IL SIT IN DI PROTESTA: "SIAMO TUTTI CON VOI"

Estratto dell'articolo di Flavia Amabile per “la Stampa”

 

catherine birmingham nathan trevallion

Catherine Birmingham ha trascorso per la prima volta dopo quattro mesi la notte lontana dai figli. Ieri mattina ha potuto parlare con loro soltanto attraverso una videochiamata. Non è così che immaginava di ritrovarsi dopo una lunga battaglia combattuta anche accettando una parte delle richieste del tribunale e dei servizi sociali. Due giorni fa, invece, il Tribunale dei minori dell'Aquila ha deciso di allontanarla dalla casa famiglia di Vasto.

 

Per lei è stato «straziante», racconta la sorella Rachel. «Per quaranta minuti i figli hanno urlato alla madre: "perché non sei qui? Dove sei? Perché la chiamata con un video?". Lei ha risposto ai figli di essere forti, ha ricordato che sono un gruppo e che tutto si aggiusterà», continua Rachel. [...]

 

famiglia nel bosco - catherine birmingham nathan trevallion

Una cinquantina di persone si sono radunate nel pomeriggio davanti alla struttura dove i tre bambini sono rimasti senza madre. Più che una manifestazione è stato un dialogo a distanza con i piccoli quello organizzato dal Comitato #DifesaMinori. Sono persone che hanno vissuto lo stesso strappo che si sta consumando tra Palmoli e Vasto, hanno portato striscioni con sopra scritto «Giù le mani dai bambini. Vergogna» e «La famiglia è il fondamento della Chiesa e dividerla è vergognoso», e poi «I bambini a casa con i loro genitori e stop agli abusi sui minori».

 

Hanno le braccia piene di pupazzi, di giochi e persino una torta con un cavallo disegnato sopra. «Avremmo voluto incontrarli, non è stato possibile, è l'ennesima X che mettiamo sopra il curriculum di queste persone», afferma Lorena Carusi, figlia dell'ex ristoratore di Ortona che ha concesso una villetta in comodato gratuito a Nathan Trevallion, il padre dei bambini.

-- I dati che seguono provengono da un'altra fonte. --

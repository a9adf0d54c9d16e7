import { Chalk, type ChalkInstance } from 'chalk';
import type { ComparedNumber } from './compare.js';
import type { RefitOutput } from './output.js';
import { extremes } from '../arrays.js';
import { visibleStrings } from '../report/visible.js';

/**
 * Pure formatters of a refit result: console text (chalk; plain when not a
 * terminal), Markdown, and a self-contained HTML page whose ANOVA table is
 * ready to paste into a response to reviewers. (DOCX: formatDocx.ts.)
 */

type Row = RefitOutput['terms'][number];
type Quantity = ComparedNumber['quantity'];

export const QUANTITY_LABEL: Record<Quantity, string> = { ss: 'SS', df: 'df', ms: 'MS', F: 'F', p: 'p', partialEtaSquared: 'ηp²' };

/** "12.35", "1,661.00" (thousands separated); small values keep three significant digits. */
export function formatSS(x: number | null): string {
  if (x === null) return '—';
  if (x !== 0 && Math.abs(x) < 0.1) return x.toPrecision(3);
  return formatNumber(x, 2);
}

export function formatF(x: number | null): string {
  return formatNumber(x, 2);
}

/** ".007", "< .001", "> .999" (APA style, no leading zero). */
export function formatP(p: number | null): string {
  if (p === null) return '—';
  if (p < 0.001) return '< .001';
  if (p >= 0.9995) return '> .999';
  return p.toFixed(3).replace(/^0\./, '.');
}

export function formatProportion(x: number | null): string {
  return x === null ? '—' : x.toFixed(3).replace(/^0\./, '.').replace(/^-0\./, '-.');
}

export function formatDf(x: number): string {
  return Number.isInteger(x) ? String(x) : x.toFixed(2);
}

/** "route:pace" -> "route × pace", each variable by its display name when it has one (--name). */
export function termLabel(term: string, names?: Pick<RefitOutput, 'displayNames'>): string {
  const display = new Map((names?.displayNames ?? []).map((d) => [d.variable, d.name]));
  return term
    .split(':')
    .map((v) => display.get(v) ?? v)
    .join(' × ');
}

export function typeLabel(type: 1 | 2 | 3): string {
  return type === 1 ? 'type I (sequential)' : type === 2 ? 'type II' : 'type III';
}

function decimalsOf(text: string): number {
  const m = /\.(\d+)/.exec(text);
  return m ? m[1]!.length : 0;
}

/** The recomputed value shown two decimals finer than the reported one (so its rounding can be seen). */
export function showRecomputed(n: { quantity: Quantity; reported: string | null; recomputed: number | null }): string {
  const x = n.recomputed;
  if (x === null || !Number.isFinite(x)) return '—';
  if (n.quantity === 'df') return formatDf(x);
  if (n.reported === null) {
    return n.quantity === 'p' ? formatP(x) : n.quantity === 'partialEtaSquared' ? formatProportion(x) : formatSS(x);
  }
  const d = decimalsOf(n.reported) + 2;
  if (n.quantity === 'p' && x < 10 ** -d) return x.toExponential(2);
  const s = x.toFixed(d);
  return n.quantity === 'p' || n.quantity === 'partialEtaSquared' ? s.replace(/^0\./, '.') : s;
}

function showDifference(n: { quantity: Quantity; reported: string | null; difference: number | null }): string {
  if (n.difference === null || n.reported === null) return '';
  if (n.quantity === 'df') return n.difference === 0 ? '0' : `${n.difference > 0 ? '+' : ''}${formatDf(n.difference)}`;
  const d = decimalsOf(n.reported) + 2;
  let s = n.difference.toFixed(d);
  if (n.quantity === 'p' || n.quantity === 'partialEtaSquared') s = s.replace(/^(-?)0\./, '$1.');
  return `${n.difference > 0 ? '+' : ''}${s}`;
}

function tableCells(r: Row, o?: Pick<RefitOutput, 'displayNames'>): string[] {
  return [termLabel(r.term, o), formatSS(r.ss), formatDf(r.df), formatSS(r.ms), formatF(r.F), formatP(r.p), formatProportion(r.partialEtaSquared)];
}

function residualCells(o: Pick<RefitOutput, 'residual'>, label = 'Residual'): string[] {
  return [label, formatSS(o.residual.ss), formatDf(o.residual.df), formatSS(o.residual.ms), '', '', ''];
}

const TABLE_HEAD = ['Source', 'SS', 'df', 'MS', 'F', 'p', 'ηp²'];

function pad(cells: string[][], rightAlignFrom = 1): string[] {
  const widths = cells[0]!.map((_, c) => extremes(cells.map((r) => [...(r[c] ?? '')].length))?.max ?? 0);
  return cells.map((r) =>
    r
      .map((cell, c) => {
        const gap = ' '.repeat(widths[c]! - [...cell].length);
        return c >= rightAlignFrom ? gap + cell : cell + gap;
      })
      .join('  ')
      .trimEnd(),
  );
}

function missingText(o: RefitOutput): string {
  const codes = o.missing.map((m) => `${m.column}=${m.codes}`).join('; ');
  return `${o.droppedRows} row${o.droppedRows === 1 ? '' : 's'} dropped for missing values (empty, NA${codes ? `, codes ${codes}` : ''})`;
}

/** One line on the type and coding used (and, for type I, the order of the terms). */
export function methodLine(o: Pick<RefitOutput, 'type' | 'coding' | 'codingDescription'> & Partial<Pick<RefitOutput, 'terms' | 'termOrder' | 'factors' | 'displayNames'>>): string {
  const reference =
    o.coding === 'treatment' && o.factors !== undefined && o.factors.length > 0
      ? ` (reference ${o.factors.map((f) => `${f.name} = ${f.reference ?? f.levels[0]}`).join(', ')})`
      : '';
  if (o.type === 3) return `type III sums of squares, ${o.codingDescription}${reference}`;
  const order =
    o.type === 1 && o.terms !== undefined
      ? `, terms ${o.termOrder === 'written' ? 'in the order written' : 'in order of degree (main effects and covariates, then interactions)'}: ${o.terms.map((t) => termLabel(t.term, o as Pick<RefitOutput, 'displayNames'>)).join(', ')}`
      : '';
  return `${typeLabel(o.type)} sums of squares${order} (${o.codingDescription}; type ${o.type === 1 ? 'I' : 'II'} sums of squares do not depend on the coding)`;
}

/** "group: 1 control, 2 training, 3 waitlist" for factors with labels (levels in analysis order). */
export function factorsLine(o: RefitOutput): string | null {
  if (o.factors.length === 0) return null;
  // A factor with many levels shows its first 12 and the count (the JSON output lists them all).
  const shown = (f: RefitOutput['factors'][number]) => {
    const list = f.levels.slice(0, 12).map((l, i) => (f.labels[i] !== undefined && f.labels[i] !== l ? `${l} = ${f.labels[i]}` : l));
    return f.levels.length > 12 ? `${list.join(', ')}, ... (${f.levels.length} levels)` : list.join(', ');
  };
  return o.factors.map((f) => `${termLabel(f.name, o)}: ${shown(f)}`).join('; ');
}

/** Sentences printed after the tables: notes on the model, values outside declared ranges, the homogeneity-of-slopes test. */
export function reportNotes(o: RefitOutput): string[] {
  const out = [...o.notes];
  for (const r of o.outOfRange) {
    const values = r.values.map((v) => `${v.value}${v.count > 1 ? ` ×${v.count}` : ''}`).join(', ');
    const codes = [...new Set(r.values.map((v) => v.value))].join(',');
    out.push(
      `${r.count} value${r.count === 1 ? '' : 's'} of ${r.column} outside its range ${r.low}..${r.high} (${values}), row${r.rows.length === 1 ? '' : 's'} ${r.rows.join(', ')}${r.count > r.rows.length ? ', ...' : ''}: ${r.count === 1 ? 'it is' : 'they are'} in the analysis. If ${r.count === 1 ? 'it is a missing-value code' : 'they are missing-value codes'}, declare ${r.count === 1 ? 'it' : 'them'}: --missing "${r.column}=${codes}".`,
    );
  }
  if (o.slopes) out.push('error' in o.slopes ? `Homogeneity of regression slopes could not be tested: ${o.slopes.error}` : o.slopes.sentence);
  return out;
}

function verdictWord(chalk: ChalkInstance, v: ComparedNumber['verdict']): string {
  return v === 'matches' ? chalk.green(v) : v === 'differs' ? chalk.red.bold(v) : chalk.gray(v);
}

/** Comparison rows as cell arrays: term, printed as, quantity, reported, recomputed, difference, verdict. */
export function comparisonCells(o: RefitOutput, includeUnreported: boolean): Array<{ cells: string[]; verdict: ComparedNumber['verdict'] }> {
  const out: Array<{ cells: string[]; verdict: ComparedNumber['verdict'] }> = [];
  for (const row of o.comparison?.rows ?? []) {
    const reportedAny = row.numbers.some((n) => n.verdict !== 'not reported');
    if (!reportedAny) {
      out.push({ cells: [termLabel(row.term, o), '', '', '', '', '', 'not reported'], verdict: 'not reported' });
      continue;
    }
    let first = true;
    for (const n of row.numbers) {
      if (n.verdict === 'not reported' && !includeUnreported) continue;
      out.push({
        cells: [
          first ? termLabel(row.term, o) : '',
          first ? (row.reportedLabel ?? '') : '',
          QUANTITY_LABEL[n.quantity],
          n.reported ?? '',
          showRecomputed(n),
          showDifference(n),
          n.verdict,
        ],
        verdict: n.verdict,
      });
      first = false;
    }
  }
  return out;
}

export function summaryLine(o: RefitOutput): string {
  const c = o.comparison!;
  const extra: string[] = [];
  if (c.unmatched.length > 0) extra.push(`${c.unmatched.length} reported row(s) name no model term: ${c.unmatched.map((u) => `"${u.label}"`).join(', ')} (use --map "<reported name>=<term>").`);
  if (c.ambiguous.length > 0) {
    extra.push(
      `${c.ambiguous.length} reported row(s) could name more than one term and are left unmatched: ${c.ambiguous.map((a) => `"${a.label}" (${a.candidates.map((t) => termLabel(t, o)).join(' or ')})`).join(', ')}; say which with --map "<reported name>=<term>".`,
    );
  }
  const unreported = c.termsNotReported ?? [];
  if (unreported.length > 0 && (c.unmatched.length > 0 || c.ambiguous.length > 0)) extra.push(`Terms no reported row names: ${unreported.map((t) => termLabel(t, o)).join(', ')}.`);
  const abbreviated = c.rows.filter((r) => r.matchedBy === 'abbreviation');
  if (abbreviated.length > 0) extra.push(`Matched as abbreviations: ${abbreviated.map((r) => `"${r.reportedLabel}" = ${termLabel(r.term, o)}`).join(', ')}.`);
  const tail = extra.length > 0 ? ` ${extra.join(' ')}` : '';
  if (c.compared === 0) return `No reported number could be compared.${tail}`;
  return c.differs === 0
    ? `All ${c.compared} reported numbers match the refit.${tail}`
    : `${c.differs} of ${c.compared} reported numbers differ from the refit.${tail}`;
}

i bimbi che vivevano nella casa nel bosco di chieti 1

 

I regali rimangono fuori, gli organizzatori del presidio li lasciano accanto al cancello mentre Debora Petrucci prende il microfono e dà il via al dialogo a distanza. «Siamo i vostri nuovi amici», grida rivolta alla villa sigillata dietro un pesante cancello in ferro. «Vi siamo vicini, non vi lasciamo soli in questo momento difficile, vi vogliamo bene e speriamo di portarvi un minimo di conforto».

 

In tanti si avvicendano al microfono con la speranza di farsi sentire dai bambini. Veronica Paoli urla: «Tutta l'Italia è con voi, non è giusto quello che state subendo, e lo vogliamo dire a voce alta. Non mollate!» Però poi è alle« istituzioni» che si rivolge: «Chiediamo un intervento immediato: va cambiata questa legge perché questo non è aiutare le famiglie. Chiediamo un aiuto vero e non soltanto parole dallo Stato italiano perché quello che sta accadendo è una vergogna».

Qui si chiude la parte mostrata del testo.